Riobaldo e a procissão da prosperidade

"Olhe: muito em além, vi lugares de terra queimada e chão que dá som – um estranho. Mundo esquisito! Brejo do Jatobazinho: de medo de nós, um homem se enforcou. Por aí, extremando, se chegava até no Jalapão – quem conhece aquilo? – tabuleiro chapadoso, proporema. Pois lá um geralista me pediu para ser padrinho de filho. O menino recebeu nome de Diadorim, também. Ah, quem oficiou foi o padre dos baianos, saiba o senhor: população de um arraial baiano, inteira, que marchava de mudada - homens, mulheres, as crias, os velhos, o padre com seus petrechos e cruz e a imagem da igreja – tendo até bandinha-de-música, como vieram com todos, parecendo nação de maracatu! Iam para os diamantes, tão longe, eles mesmo dizendo: “... nos rios...” Uns tocavam jumentos de almocreve, outros carregavam suas coisas – sacos de mantimentos, trouxas de roupa, rede de caroá a tiracol. O padre, com chapéu-de-couro prà-trasado. Só era uma procissão sensata enchendo estrada, às poeiras, com o plequeio das alpercatas, as velhas tiravam ladainha, gente cantável. Rezavam, indo da miséria para a riqueza. E, pelo prazer de tomar parte no conforto de religião, acompanhamos esses até à Vila da Pedra-de-Amolar. Lá venta é da banda do poente, no tempo-das-águas; na seca, o vento vem deste rumo daqui. O cortejo dos baianos dava parecença com uma festa. No sertão, até enterro simples é festa.
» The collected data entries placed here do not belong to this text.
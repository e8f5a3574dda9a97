import { DatePipe } from '@angular/common';
import { ChangeDetectionStrategy, Component, input } from '@angular/core';
import { MatButtonModule } from '@angular/material/button';
import { RouterLink } from '@angular/router';

import { sharedPlan } from '../../../../../shared/contracts/plan';
import { remote } from '../../../core/remote';
import { Loading } from '../../../ui/page-state/loading';
import { ProblemNote } from '../../../ui/page-state/problem-note';
import { PlanView } from '../plan-view/plan-view';
import { stationsOf } from '../plan-words';

/** A plan for whoever has its link: to be read, without signing in. */
@Component({
  selector: 'app-shared-plan-page',
  templateUrl: './shared-plan-page.html',
  styleUrl: './shared-plan-page.scss',
  imports: [DatePipe, Loading, MatButtonModule, PlanView, ProblemNote, RouterLink],
  changeDetection: ChangeDetectionStrategy.OnPush,
})
export class SharedPlanPage {
  /** Secret end of the link, from the address. */
  readonly token = input.required<string>();

  protected readonly plan = remote(
    () => `/api/shared-plans/${encodeURIComponent(this.token())}`,
    sharedPlan,
  );
  protected readonly stationsOf = stationsOf;
}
Às vezes eu penso: seria o caso de pessoas de fé e posição se reunirem, em algum apropriado lugar, no meio dos gerais, para se viver só em altas rezas, fortíssimas, louvando a Deus e pedindo glória do perdão do mundo. Todos vinham comparecendo, lá se levantava enorme igreja, não havia mais crimes, nem ambição, e todo sofrimento se espraiava em Deus, dado logo, até à hora de cada uma morte cantar. Raciocinei isso com compadre meu Quelemém, e ele duvidou com a cabeça: – “Riobaldo, a colheita é comum, mas o capinar é sozinho...” – ciente me respondeu."

(João Guimarães Rosa, “Grande Sertão: Veredas”, 19ª ed., Nova Fronteira, 2001, pp. 73-74)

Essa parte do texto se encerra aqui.